_Problem to work on_.
Check every line below for the string "point". Copy the ones that have it.

_Source data_.
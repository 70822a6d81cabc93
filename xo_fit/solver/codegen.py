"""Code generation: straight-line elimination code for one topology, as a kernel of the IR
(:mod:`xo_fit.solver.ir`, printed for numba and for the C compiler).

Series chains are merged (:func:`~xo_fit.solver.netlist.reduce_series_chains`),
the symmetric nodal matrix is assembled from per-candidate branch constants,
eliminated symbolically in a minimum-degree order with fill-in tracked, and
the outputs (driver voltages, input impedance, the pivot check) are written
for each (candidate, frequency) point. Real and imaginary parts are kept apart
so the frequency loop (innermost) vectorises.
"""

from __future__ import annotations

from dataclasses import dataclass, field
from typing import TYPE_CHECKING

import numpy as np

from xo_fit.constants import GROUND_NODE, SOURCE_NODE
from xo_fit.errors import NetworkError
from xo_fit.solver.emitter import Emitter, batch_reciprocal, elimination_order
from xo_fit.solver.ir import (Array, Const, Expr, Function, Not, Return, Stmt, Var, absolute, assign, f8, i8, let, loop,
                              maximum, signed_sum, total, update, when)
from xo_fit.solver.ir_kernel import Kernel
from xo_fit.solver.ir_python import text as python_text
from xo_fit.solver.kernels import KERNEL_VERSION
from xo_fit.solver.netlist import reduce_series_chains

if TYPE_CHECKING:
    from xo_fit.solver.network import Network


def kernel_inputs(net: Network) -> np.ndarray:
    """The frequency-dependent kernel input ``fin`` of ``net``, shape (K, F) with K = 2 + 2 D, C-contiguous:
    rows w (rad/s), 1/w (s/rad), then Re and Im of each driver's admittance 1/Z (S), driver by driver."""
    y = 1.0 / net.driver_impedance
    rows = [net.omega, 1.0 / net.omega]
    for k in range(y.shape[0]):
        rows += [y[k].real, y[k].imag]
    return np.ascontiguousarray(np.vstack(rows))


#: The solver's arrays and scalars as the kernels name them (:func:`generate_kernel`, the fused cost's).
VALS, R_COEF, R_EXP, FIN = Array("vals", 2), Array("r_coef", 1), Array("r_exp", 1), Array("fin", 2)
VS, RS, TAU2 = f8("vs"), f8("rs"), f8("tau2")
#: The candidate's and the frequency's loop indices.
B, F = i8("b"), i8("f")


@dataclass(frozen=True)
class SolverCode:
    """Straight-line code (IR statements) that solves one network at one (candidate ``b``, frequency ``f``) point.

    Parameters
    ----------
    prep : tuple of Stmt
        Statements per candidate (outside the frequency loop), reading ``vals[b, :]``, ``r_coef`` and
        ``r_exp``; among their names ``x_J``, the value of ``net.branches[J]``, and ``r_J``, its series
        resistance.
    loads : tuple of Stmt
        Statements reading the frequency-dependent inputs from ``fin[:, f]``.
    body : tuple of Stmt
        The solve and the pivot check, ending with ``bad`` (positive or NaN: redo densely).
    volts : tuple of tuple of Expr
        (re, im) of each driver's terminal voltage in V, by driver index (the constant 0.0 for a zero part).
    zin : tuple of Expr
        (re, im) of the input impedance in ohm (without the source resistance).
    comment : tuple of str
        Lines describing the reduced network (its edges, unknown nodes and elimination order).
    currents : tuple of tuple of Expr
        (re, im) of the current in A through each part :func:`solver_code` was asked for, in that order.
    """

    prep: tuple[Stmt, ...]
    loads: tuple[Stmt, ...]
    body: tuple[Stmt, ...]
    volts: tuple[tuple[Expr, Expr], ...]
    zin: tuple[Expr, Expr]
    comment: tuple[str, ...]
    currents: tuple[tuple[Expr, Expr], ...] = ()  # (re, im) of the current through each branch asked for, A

_Solution below_.
for each (candidate, frequency) point. Real and imaginary parts are kept apart
    """Straight-line code (IR statements) that solves one network at one (candidate ``b``, frequency ``f``) point.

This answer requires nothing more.